The culprit is inulin, which is largely indigestible for human beings—but, it turns out, is savored by some of our gut bacteria, who respond by producing enthusiastic quantities of gas. As embarrassing as that flatulence might be, it may also indicate some benefit for our health. One 2020 study of mice suggests that Jerusalem artichokes “may be superior for promoting a healthy gut,” thanks in part to the high amount of inulin they contain. That same inulin content is also what gives sunchokes a lower glycemic index than other root vegetables like potatoes, carrots, or parsnips. 

If you like sunchokes, you don’t necessarily have to resign yourself to their side effects. Michael Washburn, director of preservation at Seed Savers Exchange, says he’s heard a range of theories about how to prepare sunchokes to maximize digestibility, including waiting to harvest them until after several frosts, or exposing them to acid during cooking. Much as sunchokes need to be treated with acid before fermentation to produce ethanol, boiling them in water laced with lemon juice or pickling them in vinegar converts some of their indigestible inulin into digestible sugars via a process called acid hydrolysis. Others call for lacto-fermentation or brining in salt water to neutralize their gastrointestinal effects. Of course, your mileage may vary, and the only way to know for sure how your body will respond is to experiment. 

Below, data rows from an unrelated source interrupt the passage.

// SPDX-License-Identifier: GPL-2.0-or-later
#include "counts/row_counter.h"

#include <fmt/format.h>

#include <algorithm>

#include "deviascope/core/error.h"

namespace deviascope {

namespace {

constexpr std::size_t none = static_cast<std::size_t>(-1);

}  // namespace

RowCounter::RowCounter(const Selection& selection,
                       CutTable& cuts,
                       std::vector<BinTally>& tallies,
                       const std::vector<Duplicates>& duplicates,
                       std::vector<Direction>* kept)
    : selection_(selection),
      places_(selection),
      cuts_(cuts),
      tallies_(tallies),
      duplicates_(duplicates),
      kept_(kept) {}

void RowCounter::add(const TableChunk& chunk,
                     const std::filesystem::path& path,
                     const TableReader& reader) {
    first_row_ = chunk.first_row;
    path_ = &path;
    reader_ = &reader;
    places_.locate(chunk);
    watch_positions(chunk);
    find_bins(chunk);
    const auto n_rows = static_cast<std::size_t>(chunk.n_rows());
    for (std::size_t row = 0; row < n_rows; ++row) {
        const std::size_t cut = cut_of(chunk, row);
        if (cut == none) {
            ++cuts_.report.rows_kept;
        } else {
            cuts_.remove_rows(cut);
        }
    }
    cuts_.report.rows_read += chunk.n_rows();
}

void RowCounter::watch_positions(const TableChunk& chunk) {
    const std::vector<double>& lon = chunk.column[selection_.rows.lon];
    const std::vector<double>& lat = chunk.column[selection_.rows.lat];
    for (std::size_t row = 0; row < lon.size(); ++row)
        if (!places_.is_bad(row)) positions_.add(lon[row], lat[row]);
}

/// Which bins the rows of the chunk fall in, column after column.
void RowCounter::find_bins(const TableChunk& chunk) {
    const auto n_rows = static_cast<std::size_t>(chunk.n_rows());
    n_bins_.assign(n_rows, 0);
    bin_.assign(n_rows, 0);
    std::vector<std::int32_t> inside(n_rows);
    for (const std::size_t bin : selection_.rows.selecting_bins) {
        std::ranges::fill(inside, 1);
        for (const ColumnRange& range : selection_.rows.bins[bin]) {
            const double* value = chunk.column[range.column].data();
            for (std::size_t row = 0; row < n_rows; ++row)
                inside[row] &= std::int32_t{value[row] >= range.low} &
                               std::int32_t{value[row] < range.high};
        }
        const auto number = static_cast<std::int32_t>(bin);
        for (std::size_t row = 0; row < n_rows; ++row) {
            n_bins_[row] += inside[row];
            bin_[row] = inside[row] != 0 ? number : bin_[row];
        }
    }
}

/// The line of the table of cuts that removes a row; none: the row is counted.
std::size_t RowCounter::cut_of(const TableChunk& chunk, std::size_t row) {
    if (places_.is_bad(row)) {
        bad_positions_.add([&] {
            return fmt::format("{} (lon {}, lat {})",
                               place(row),
                               chunk.column[selection_.rows.lon][row],
                               chunk.column[selection_.rows.lat][row]);
        });
        return cuts_.position;
    }
    const Verdict verdict = judge(selection_.rows.survey, chunk, row);
    if (verdict.kind == Verdict::Kind::outside) return cuts_.select[verdict.range];
    if (verdict.kind == Verdict::Kind::missing)
        return cuts_.missing[selection_.rows.survey[verdict.range].property];
    const std::int32_t sky_cut = places_.sky_cut(row);
    if (sky_cut != SkyCuts::kept)
        return cuts_.first_sky_cut + static_cast<std::size_t>(sky_cut);
    if (places_.is_hole(row)) return cuts_.hole;
    return cut_by_bins(chunk, row);
}

/// Counts a row of a kept pixel in its bin; else says what removes it.
std::size_t RowCounter::cut_by_bins(const TableChunk& chunk, std::size_t row) {
    if (n_bins_[row] == 0) return cut_of_homeless(chunk, row);
    const std::size_t bin =
        n_bins_[row] == 1 ? static_cast<std::size_t>(bin_[row]) : exposed_bin(chunk, row);
    if (!selection_.sky.exposes(bin, places_.pixel(row), places_.direction(row)))
        return cuts_.bin_exposure[bin];
    const std::size_t duplicate = duplicate_of(row);
    if (duplicate != none) return cuts_.duplicate[duplicate];
    if (kept_ != nullptr) kept_->push_back(places_.direction(row));
    tallies_[bin].add(places_.pixel(row));
    return none;
}

/// The first survey that has the source too; none: no other has it.
std::size_t RowCounter::duplicate_of(std::size_t row) const {
    for (std::size_t other = 0; other < duplicates_.size(); ++other)
        if (duplicates_[other].positions->has_neighbour(places_.direction(row))) return other;
    return none;
}

/// The line of a row in no bin: a value is missing where no other value fails, or none fits.
std::size_t RowCounter::cut_of_homeless(const TableChunk& chunk, std::size_t row) const {
    for (const std::size_t bin : selection_.rows.selecting_bins) {
        const std::vector<ColumnRange>& ranges = selection_.rows.bins[bin];
        const Verdict verdict = judge(ranges, chunk, row);
        if (verdict.kind == Verdict::Kind::missing)
            return cuts_.missing[ranges[verdict.range].property];
    }
    return cuts_.no_bin;
}

/// Of several bins whose ranges hold a row, the first that is exposed there (else the first);
/// a second one is noted as a fault.
std::size_t RowCounter::exposed_bin(const TableChunk& chunk, std::size_t row) {
    std::size_t first = none;
    std::size_t home = none;
    for (const std::size_t bin : selection_.rows.selecting_bins) {
        if (!holds(selection_.rows.bins[bin], chunk, row)) continue;
        if (first == none) first = bin;
        if (!selection_.sky.exposes(bin, places_.pixel(row), places_.direction(row))) continue;
        if (home == none) {
            home = bin;
            continue;
        }
        in_two_bins_.add([&] {
            const auto& bins = selection_.input.bins;
            return fmt::format("{} ({} and {})", place(row), bins[home].name, bins[bin].name);
        });
        break;
    }
    return home == none ? first : home;
}

std::string RowCounter::place(std::size_t row) const {
    return fmt::format("{} {}",
                       path_->filename().string(),
                       reader_->place_of_row(first_row_ + static_cast<std::int64_t>(row)));
}

void RowCounter::refuse_offending_rows() const {
    refuse_bad_positions(selection_.input, bad_positions_);
    if (in_two_bins_.size() > 0) {
        throw InputError(
            {"survey " + selection_.input.name,
             in_two_bins_.found("a place in two bins"),
             "bins of one survey share no source",
             "make the ranges of the bins disjoint: they are half-open, [lo, hi)"});
    }
}

}  // namespace deviascope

The good news is that experimentation has the potential to be very delicious. Simmered and pureed with butter and herbs, they produce a mash that is somehow simultaneously silky and airy, the perfect foundation for a pan-seared pork chop or chunk of roasted salmon. Roasting them in olive oil coaxes out tender interiors encased by crunchy-chewy caramelized edges. Or follow Sherman’s lead and slice them thin before frying them into shatteringly crisp chips as addictive as any made from potato. Just don’t expect to be filling your car’s fuel tank with them anytime soon.